Exercise requirements
Without changing anything, output the records below.

(Stored data)
------------------------------------
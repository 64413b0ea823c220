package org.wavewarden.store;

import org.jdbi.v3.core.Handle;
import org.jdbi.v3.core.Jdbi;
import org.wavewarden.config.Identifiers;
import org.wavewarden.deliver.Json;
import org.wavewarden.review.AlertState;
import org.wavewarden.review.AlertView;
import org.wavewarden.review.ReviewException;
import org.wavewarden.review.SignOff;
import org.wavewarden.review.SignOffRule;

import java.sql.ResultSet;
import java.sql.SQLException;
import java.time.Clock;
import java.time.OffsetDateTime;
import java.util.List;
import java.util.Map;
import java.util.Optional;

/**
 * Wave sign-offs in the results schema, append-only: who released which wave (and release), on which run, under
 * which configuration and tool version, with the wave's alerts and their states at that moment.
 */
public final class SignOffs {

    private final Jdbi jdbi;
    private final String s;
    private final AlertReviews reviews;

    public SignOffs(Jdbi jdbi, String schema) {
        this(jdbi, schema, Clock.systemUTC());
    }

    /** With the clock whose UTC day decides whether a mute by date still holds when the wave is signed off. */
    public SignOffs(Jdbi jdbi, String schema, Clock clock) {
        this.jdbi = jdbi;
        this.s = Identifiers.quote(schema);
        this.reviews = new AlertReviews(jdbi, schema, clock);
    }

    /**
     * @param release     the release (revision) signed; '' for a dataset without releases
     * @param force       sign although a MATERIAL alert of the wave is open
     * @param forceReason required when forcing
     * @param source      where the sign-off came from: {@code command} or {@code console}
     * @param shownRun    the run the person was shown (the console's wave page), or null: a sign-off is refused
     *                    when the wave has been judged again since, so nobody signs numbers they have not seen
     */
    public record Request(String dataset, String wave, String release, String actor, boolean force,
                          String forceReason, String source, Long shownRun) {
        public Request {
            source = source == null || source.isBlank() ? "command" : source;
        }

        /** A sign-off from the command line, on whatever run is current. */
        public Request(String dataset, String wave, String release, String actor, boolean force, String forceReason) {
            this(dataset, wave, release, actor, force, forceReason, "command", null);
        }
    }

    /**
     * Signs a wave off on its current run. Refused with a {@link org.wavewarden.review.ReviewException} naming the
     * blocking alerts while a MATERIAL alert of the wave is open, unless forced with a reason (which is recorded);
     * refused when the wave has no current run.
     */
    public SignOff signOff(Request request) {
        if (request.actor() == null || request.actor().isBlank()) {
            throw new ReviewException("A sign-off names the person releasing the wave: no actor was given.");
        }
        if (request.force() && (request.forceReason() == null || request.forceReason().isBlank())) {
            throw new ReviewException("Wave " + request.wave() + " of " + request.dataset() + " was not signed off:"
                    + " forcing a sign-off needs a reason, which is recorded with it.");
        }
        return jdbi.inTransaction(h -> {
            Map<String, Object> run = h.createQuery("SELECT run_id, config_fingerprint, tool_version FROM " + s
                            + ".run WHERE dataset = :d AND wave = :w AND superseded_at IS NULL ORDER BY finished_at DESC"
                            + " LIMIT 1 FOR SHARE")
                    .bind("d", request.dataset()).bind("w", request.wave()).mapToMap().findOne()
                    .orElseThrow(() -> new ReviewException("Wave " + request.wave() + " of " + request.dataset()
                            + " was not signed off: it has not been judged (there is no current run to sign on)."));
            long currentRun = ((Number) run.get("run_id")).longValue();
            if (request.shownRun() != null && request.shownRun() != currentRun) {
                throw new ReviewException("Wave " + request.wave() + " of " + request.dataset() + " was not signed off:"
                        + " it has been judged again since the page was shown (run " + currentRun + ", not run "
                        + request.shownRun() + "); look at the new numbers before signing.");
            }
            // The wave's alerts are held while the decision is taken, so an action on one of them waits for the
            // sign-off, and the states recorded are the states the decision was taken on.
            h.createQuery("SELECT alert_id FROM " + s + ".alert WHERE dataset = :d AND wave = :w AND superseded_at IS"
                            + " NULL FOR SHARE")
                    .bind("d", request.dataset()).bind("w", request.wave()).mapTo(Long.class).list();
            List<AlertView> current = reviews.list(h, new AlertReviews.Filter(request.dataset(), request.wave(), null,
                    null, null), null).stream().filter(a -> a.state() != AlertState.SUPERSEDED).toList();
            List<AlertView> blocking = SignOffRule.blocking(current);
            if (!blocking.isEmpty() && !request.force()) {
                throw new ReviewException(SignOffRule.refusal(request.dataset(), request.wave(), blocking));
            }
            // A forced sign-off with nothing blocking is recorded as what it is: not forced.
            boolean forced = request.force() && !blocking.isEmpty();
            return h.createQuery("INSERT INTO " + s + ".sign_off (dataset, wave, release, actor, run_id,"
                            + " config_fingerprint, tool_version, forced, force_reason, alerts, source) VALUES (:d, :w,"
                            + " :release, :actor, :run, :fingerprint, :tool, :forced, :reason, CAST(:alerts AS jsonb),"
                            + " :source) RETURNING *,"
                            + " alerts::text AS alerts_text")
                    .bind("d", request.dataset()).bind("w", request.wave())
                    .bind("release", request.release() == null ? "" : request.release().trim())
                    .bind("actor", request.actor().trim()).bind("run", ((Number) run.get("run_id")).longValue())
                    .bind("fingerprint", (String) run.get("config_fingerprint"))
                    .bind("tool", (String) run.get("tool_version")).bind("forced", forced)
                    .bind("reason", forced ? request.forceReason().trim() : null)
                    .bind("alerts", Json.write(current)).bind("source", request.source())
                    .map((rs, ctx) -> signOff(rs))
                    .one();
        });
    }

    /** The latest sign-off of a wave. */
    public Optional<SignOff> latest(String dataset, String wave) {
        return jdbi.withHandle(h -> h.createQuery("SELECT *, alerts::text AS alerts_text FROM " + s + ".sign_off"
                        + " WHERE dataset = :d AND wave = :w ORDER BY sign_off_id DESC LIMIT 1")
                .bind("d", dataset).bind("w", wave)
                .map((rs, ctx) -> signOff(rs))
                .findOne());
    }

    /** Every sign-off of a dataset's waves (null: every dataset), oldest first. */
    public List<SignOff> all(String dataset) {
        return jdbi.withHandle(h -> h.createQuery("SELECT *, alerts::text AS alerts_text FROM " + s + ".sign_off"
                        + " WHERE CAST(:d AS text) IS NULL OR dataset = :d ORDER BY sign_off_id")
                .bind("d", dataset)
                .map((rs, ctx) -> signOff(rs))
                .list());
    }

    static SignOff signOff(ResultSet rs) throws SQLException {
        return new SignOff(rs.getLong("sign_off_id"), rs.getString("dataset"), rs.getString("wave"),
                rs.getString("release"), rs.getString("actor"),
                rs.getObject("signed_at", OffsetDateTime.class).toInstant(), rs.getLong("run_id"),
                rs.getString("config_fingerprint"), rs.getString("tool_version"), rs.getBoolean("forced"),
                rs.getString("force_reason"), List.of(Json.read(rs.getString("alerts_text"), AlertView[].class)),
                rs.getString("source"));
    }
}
------------------------------------
Result of this exercise
repository 64413b0ea823c220
package org.wavewarden.store;

import org.jdbi.v3.core.Handle;
import org.jdbi.v3.core.Jdbi;
import org.wavewarden.config.Identifiers;
import org.wavewarden.deliver.Json;
import org.wavewarden.review.AlertState;
import org.wavewarden.review.AlertView;
import org.wavewarden.review.ReviewException;
import org.wavewarden.review.SignOff;
import org.wavewarden.review.SignOffRule;

import java.sql.ResultSet;
import java.sql.SQLException;
import java.time.Clock;
import java.time.OffsetDateTime;
import java.util.List;
import java.util.Map;
import java.util.Optional;

/**
 * Wave sign-offs in the results schema, append-only: who released which wave (and release), on which run, under
 * which configuration and tool version, with the wave's alerts and their states at that moment.
 */
public final class SignOffs {

    private final Jdbi jdbi;
    private final String s;
    private final AlertReviews reviews;

    public SignOffs(Jdbi jdbi, String schema) {
        this(jdbi, schema, Clock.systemUTC());
    }

    /** With the clock whose UTC day decides whether a mute by date still holds when the wave is signed off. */
    public SignOffs(Jdbi jdbi, String schema, Clock clock) {
        this.jdbi = jdbi;
        this.s = Identifiers.quote(schema);
        this.reviews = new AlertReviews(jdbi, schema, clock);
    }

    /**
     * @param release     the release (revision) signed; '' for a dataset without releases
     * @param force       sign although a MATERIAL alert of the wave is open
     * @param forceReason required when forcing
     * @param source      where the sign-off came from: {@code command} or {@code console}
     * @param shownRun    the run the person was shown (the console's wave page), or null: a sign-off is refused
     *                    when the wave has been judged again since, so nobody signs numbers they have not seen
     */
    public record Request(String dataset, String wave, String release, String actor, boolean force,
                          String forceReason, String source, Long shownRun) {
        public Request {
            source = source == null || source.isBlank() ? "command" : source;
        }

        /** A sign-off from the command line, on whatever run is current. */
        public Request(String dataset, String wave, String release, String actor, boolean force, String forceReason) {
            this(dataset, wave, release, actor, force, forceReason, "command", null);
        }
    }

    /**
     * Signs a wave off on its current run. Refused with a {@link org.wavewarden.review.ReviewException} naming the
     * blocking alerts while a MATERIAL alert of the wave is open, unless forced with a reason (which is recorded);
     * refused when the wave has no current run.
     */
    public SignOff signOff(Request request) {
        if (request.actor() == null || request.actor().isBlank()) {
            throw new ReviewException("A sign-off names the person releasing the wave: no actor was given.");
        }
        if (request.force() && (request.forceReason() == null || request.forceReason().isBlank())) {
            throw new ReviewException("Wave " + request.wave() + " of " + request.dataset() + " was not signed off:"
                    + " forcing a sign-off needs a reason, which is recorded with it.");
        }
        return jdbi.inTransaction(h -> {
            Map<String, Object> run = h.createQuery("SELECT run_id, config_fingerprint, tool_version FROM " + s
                            + ".run WHERE dataset = :d AND wave = :w AND superseded_at IS NULL ORDER BY finished_at DESC"
                            + " LIMIT 1 FOR SHARE")
                    .bind("d", request.dataset()).bind("w", request.wave()).mapToMap().findOne()
                    .orElseThrow(() -> new ReviewException("Wave " + request.wave() + " of " + request.dataset()
                            + " was not signed off: it has not been judged (there is no current run to sign on)."));
            long currentRun = ((Number) run.get("run_id")).longValue();
            if (request.shownRun() != null && request.shownRun() != currentRun) {
                throw new ReviewException("Wave " + request.wave() + " of " + request.dataset() + " was not signed off:"
                        + " it has been judged again since the page was shown (run " + currentRun + ", not run "
                        + request.shownRun() + "); look at the new numbers before signing.");
            }
            // The wave's alerts are held while the decision is taken, so an action on one of them waits for the
            // sign-off, and the states recorded are the states the decision was taken on.
            h.createQuery("SELECT alert_id FROM " + s + ".alert WHERE dataset = :d AND wave = :w AND superseded_at IS"
                            + " NULL FOR SHARE")
                    .bind("d", request.dataset()).bind("w", request.wave()).mapTo(Long.class).list();
            List<AlertView> current = reviews.list(h, new AlertReviews.Filter(request.dataset(), request.wave(), null,
                    null, null), null).stream().filter(a -> a.state() != AlertState.SUPERSEDED).toList();
            List<AlertView> blocking = SignOffRule.blocking(current);
            if (!blocking.isEmpty() && !request.force()) {
                throw new ReviewException(SignOffRule.refusal(request.dataset(), request.wave(), blocking));
            }
            // A forced sign-off with nothing blocking is recorded as what it is: not forced.
            boolean forced = request.force() && !blocking.isEmpty();
            return h.createQuery("INSERT INTO " + s + ".sign_off (dataset, wave, release, actor, run_id,"
                            + " config_fingerprint, tool_version, forced, force_reason, alerts, source) VALUES (:d, :w,"
                            + " :release, :actor, :run, :fingerprint, :tool, :forced, :reason, CAST(:alerts AS jsonb),"
                            + " :source) RETURNING *,"
                            + " alerts::text AS alerts_text")
                    .bind("d", request.dataset()).bind("w", request.wave())
                    .bind("release", request.release() == null ? "" : request.release().trim())
                    .bind("actor", request.actor().trim()).bind("run", ((Number) run.get("run_id")).longValue())
                    .bind("fingerprint", (String) run.get("config_fingerprint"))
                    .bind("tool", (String) run.get("tool_version")).bind("forced", forced)
                    .bind("reason", forced ? request.forceReason().trim() : null)
                    .bind("alerts", Json.write(current)).bind("source", request.source())
                    .map((rs, ctx) -> signOff(rs))
                    .one();
        });
    }

    /** The latest sign-off of a wave. */
    public Optional<SignOff> latest(String dataset, String wave) {
        return jdbi.withHandle(h -> h.createQuery("SELECT *, alerts::text AS alerts_text FROM " + s + ".sign_off"
                        + " WHERE dataset = :d AND wave = :w ORDER BY sign_off_id DESC LIMIT 1")
                .bind("d", dataset).bind("w", wave)
                .map((rs, ctx) -> signOff(rs))
                .findOne());
    }

    /** Every sign-off of a dataset's waves (null: every dataset), oldest first. */
    public List<SignOff> all(String dataset) {
        return jdbi.withHandle(h -> h.createQuery("SELECT *, alerts::text AS alerts_text FROM " + s + ".sign_off"
                        + " WHERE CAST(:d AS text) IS NULL OR dataset = :d ORDER BY sign_off_id")
                .bind("d", dataset)
                .map((rs, ctx) -> signOff(rs))
                .list());
    }

    static SignOff signOff(ResultSet rs) throws SQLException {
        return new SignOff(rs.getLong("sign_off_id"), rs.getString("dataset"), rs.getString("wave"),
                rs.getString("release"), rs.getString("actor"),
                rs.getObject("signed_at", OffsetDateTime.class).toInstant(), rs.getLong("run_id"),
                rs.getString("config_fingerprint"), rs.getString("tool_version"), rs.getBoolean("forced"),
                rs.getString("force_reason"), List.of(Json.read(rs.getString("alerts_text"), AlertView[].class)),
                rs.getString("source"));
    }
}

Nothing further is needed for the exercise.